PROBLEM TO WORK ON: Out of the material that follows, write out exactly the lines from the line with "Both are cheap: one" to the line with "from scipy.sparse.csgraph import", both ends included, and no others.

SOURCE MATERIAL:
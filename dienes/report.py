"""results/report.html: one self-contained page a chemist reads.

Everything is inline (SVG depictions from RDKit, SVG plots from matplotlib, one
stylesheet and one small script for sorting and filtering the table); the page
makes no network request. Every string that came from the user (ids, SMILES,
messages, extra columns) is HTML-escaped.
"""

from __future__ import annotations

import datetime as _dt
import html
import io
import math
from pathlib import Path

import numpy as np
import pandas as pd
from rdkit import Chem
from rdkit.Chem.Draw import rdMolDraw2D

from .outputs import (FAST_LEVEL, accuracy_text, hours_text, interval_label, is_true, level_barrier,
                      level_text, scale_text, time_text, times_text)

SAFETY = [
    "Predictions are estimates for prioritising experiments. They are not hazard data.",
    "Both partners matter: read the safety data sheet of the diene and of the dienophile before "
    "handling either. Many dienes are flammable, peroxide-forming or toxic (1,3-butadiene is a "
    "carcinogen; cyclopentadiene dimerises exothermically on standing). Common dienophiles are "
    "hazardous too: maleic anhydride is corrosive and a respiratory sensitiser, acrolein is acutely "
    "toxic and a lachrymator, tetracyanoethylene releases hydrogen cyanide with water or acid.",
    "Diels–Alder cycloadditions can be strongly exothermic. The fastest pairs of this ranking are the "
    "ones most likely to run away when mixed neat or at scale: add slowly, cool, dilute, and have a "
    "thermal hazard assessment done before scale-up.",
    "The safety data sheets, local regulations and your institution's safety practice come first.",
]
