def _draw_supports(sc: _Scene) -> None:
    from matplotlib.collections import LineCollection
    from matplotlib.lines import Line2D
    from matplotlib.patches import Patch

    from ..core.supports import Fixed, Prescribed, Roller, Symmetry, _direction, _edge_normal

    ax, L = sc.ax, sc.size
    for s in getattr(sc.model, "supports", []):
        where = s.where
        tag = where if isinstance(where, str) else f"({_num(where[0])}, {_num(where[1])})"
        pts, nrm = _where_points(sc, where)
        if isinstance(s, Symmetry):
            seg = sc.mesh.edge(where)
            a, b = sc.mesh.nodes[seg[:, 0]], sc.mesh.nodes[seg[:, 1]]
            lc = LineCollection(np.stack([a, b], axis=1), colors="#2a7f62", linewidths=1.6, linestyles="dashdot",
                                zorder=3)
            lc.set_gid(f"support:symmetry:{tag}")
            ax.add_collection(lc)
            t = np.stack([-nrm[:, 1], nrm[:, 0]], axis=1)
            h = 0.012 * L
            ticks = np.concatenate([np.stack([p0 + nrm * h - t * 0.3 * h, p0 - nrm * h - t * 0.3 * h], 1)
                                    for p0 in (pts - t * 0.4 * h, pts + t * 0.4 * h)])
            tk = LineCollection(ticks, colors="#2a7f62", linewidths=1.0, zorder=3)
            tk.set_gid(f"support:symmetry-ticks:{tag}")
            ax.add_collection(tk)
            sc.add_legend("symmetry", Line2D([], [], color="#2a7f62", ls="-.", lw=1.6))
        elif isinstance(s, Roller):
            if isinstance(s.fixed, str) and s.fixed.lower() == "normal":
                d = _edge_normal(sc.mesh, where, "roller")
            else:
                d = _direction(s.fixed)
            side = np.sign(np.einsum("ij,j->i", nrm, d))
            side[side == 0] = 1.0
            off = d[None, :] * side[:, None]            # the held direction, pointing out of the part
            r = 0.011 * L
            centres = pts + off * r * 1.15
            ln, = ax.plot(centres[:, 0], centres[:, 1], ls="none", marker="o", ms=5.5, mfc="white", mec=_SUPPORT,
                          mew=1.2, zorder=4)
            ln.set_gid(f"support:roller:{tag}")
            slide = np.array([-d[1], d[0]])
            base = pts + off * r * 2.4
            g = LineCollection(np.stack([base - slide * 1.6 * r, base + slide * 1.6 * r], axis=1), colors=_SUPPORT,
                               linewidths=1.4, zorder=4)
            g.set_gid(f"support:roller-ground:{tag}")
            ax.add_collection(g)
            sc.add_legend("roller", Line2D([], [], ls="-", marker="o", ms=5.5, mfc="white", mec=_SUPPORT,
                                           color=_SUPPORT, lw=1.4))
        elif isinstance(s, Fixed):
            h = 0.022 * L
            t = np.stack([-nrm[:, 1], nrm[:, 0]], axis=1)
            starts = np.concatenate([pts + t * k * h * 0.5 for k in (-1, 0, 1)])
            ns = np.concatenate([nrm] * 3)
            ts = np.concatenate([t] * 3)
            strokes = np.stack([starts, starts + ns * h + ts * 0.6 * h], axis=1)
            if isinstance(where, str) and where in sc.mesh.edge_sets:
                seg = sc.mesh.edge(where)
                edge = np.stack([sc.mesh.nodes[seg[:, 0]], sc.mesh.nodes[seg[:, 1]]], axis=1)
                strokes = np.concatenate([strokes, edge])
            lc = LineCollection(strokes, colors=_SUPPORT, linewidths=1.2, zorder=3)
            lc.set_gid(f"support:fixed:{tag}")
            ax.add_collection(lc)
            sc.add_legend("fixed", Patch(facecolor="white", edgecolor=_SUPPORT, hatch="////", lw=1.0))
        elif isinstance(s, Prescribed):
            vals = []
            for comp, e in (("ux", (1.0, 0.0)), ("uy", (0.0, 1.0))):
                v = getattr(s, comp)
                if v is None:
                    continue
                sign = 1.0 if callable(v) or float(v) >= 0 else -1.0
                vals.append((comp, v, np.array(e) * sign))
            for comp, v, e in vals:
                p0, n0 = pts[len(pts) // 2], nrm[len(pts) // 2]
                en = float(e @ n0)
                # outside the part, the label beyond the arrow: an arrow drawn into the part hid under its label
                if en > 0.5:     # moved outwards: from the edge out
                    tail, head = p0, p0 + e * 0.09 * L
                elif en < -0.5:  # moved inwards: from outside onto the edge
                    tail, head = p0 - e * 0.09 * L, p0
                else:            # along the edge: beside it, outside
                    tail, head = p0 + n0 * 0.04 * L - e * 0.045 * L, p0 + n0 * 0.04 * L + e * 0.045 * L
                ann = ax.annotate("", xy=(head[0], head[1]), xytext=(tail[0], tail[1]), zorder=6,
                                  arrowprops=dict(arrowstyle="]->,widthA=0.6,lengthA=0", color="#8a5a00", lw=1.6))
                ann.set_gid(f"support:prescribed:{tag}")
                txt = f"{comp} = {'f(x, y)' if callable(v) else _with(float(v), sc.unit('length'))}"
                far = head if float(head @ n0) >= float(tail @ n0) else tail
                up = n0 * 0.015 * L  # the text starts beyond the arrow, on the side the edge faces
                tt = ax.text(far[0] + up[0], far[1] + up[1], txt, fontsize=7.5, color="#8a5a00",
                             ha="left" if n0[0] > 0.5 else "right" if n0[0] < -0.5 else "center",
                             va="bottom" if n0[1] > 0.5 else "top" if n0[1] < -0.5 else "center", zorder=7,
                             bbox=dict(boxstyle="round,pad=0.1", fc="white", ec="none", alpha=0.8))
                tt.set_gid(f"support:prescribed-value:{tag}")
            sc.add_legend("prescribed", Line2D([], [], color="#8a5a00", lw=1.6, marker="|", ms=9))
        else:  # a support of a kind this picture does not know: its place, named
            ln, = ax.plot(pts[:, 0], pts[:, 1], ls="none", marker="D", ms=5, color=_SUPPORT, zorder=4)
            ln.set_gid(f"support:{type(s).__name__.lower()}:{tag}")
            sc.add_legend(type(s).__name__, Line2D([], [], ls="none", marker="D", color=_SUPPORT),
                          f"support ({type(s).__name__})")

==

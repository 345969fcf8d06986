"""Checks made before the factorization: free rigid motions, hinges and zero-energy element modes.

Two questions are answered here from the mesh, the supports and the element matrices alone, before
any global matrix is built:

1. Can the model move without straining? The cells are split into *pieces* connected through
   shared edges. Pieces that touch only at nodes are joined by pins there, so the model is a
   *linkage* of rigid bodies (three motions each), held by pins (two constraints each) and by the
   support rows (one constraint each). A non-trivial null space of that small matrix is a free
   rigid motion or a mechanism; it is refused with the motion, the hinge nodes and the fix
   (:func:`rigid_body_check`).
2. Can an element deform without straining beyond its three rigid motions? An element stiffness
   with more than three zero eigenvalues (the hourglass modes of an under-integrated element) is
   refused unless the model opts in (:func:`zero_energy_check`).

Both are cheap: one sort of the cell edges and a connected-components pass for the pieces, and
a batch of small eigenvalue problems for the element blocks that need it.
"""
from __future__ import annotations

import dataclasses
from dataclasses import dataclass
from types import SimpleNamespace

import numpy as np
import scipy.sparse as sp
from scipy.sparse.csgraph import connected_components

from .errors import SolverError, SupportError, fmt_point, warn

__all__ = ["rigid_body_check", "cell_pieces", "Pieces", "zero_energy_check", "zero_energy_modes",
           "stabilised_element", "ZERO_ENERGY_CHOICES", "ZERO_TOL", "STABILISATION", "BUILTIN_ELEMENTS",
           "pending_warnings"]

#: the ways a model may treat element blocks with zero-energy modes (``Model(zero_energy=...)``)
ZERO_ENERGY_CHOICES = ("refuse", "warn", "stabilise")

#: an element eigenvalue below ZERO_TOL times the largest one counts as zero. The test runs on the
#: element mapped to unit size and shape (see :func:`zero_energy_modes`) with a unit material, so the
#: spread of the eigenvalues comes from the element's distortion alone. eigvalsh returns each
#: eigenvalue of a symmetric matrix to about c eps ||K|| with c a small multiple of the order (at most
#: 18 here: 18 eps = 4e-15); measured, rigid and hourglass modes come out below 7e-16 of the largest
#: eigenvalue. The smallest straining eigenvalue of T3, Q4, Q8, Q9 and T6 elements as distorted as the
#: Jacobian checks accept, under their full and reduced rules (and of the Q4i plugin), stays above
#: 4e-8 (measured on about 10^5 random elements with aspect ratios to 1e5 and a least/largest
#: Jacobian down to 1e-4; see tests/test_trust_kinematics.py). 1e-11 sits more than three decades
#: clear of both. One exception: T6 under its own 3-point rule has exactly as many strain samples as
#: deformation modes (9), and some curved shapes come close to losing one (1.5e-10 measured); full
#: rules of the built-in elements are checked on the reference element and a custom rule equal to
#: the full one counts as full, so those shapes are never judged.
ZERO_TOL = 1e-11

SOLUTION TO THIS EXERCISE:
Both are cheap: one sort of the cell edges and a connected-components pass for the pieces, and
a batch of small eigenvalue problems for the element blocks that need it.
"""
from __future__ import annotations

import dataclasses
from dataclasses import dataclass
from types import SimpleNamespace

import numpy as np
import scipy.sparse as sp
from scipy.sparse.csgraph import connected_components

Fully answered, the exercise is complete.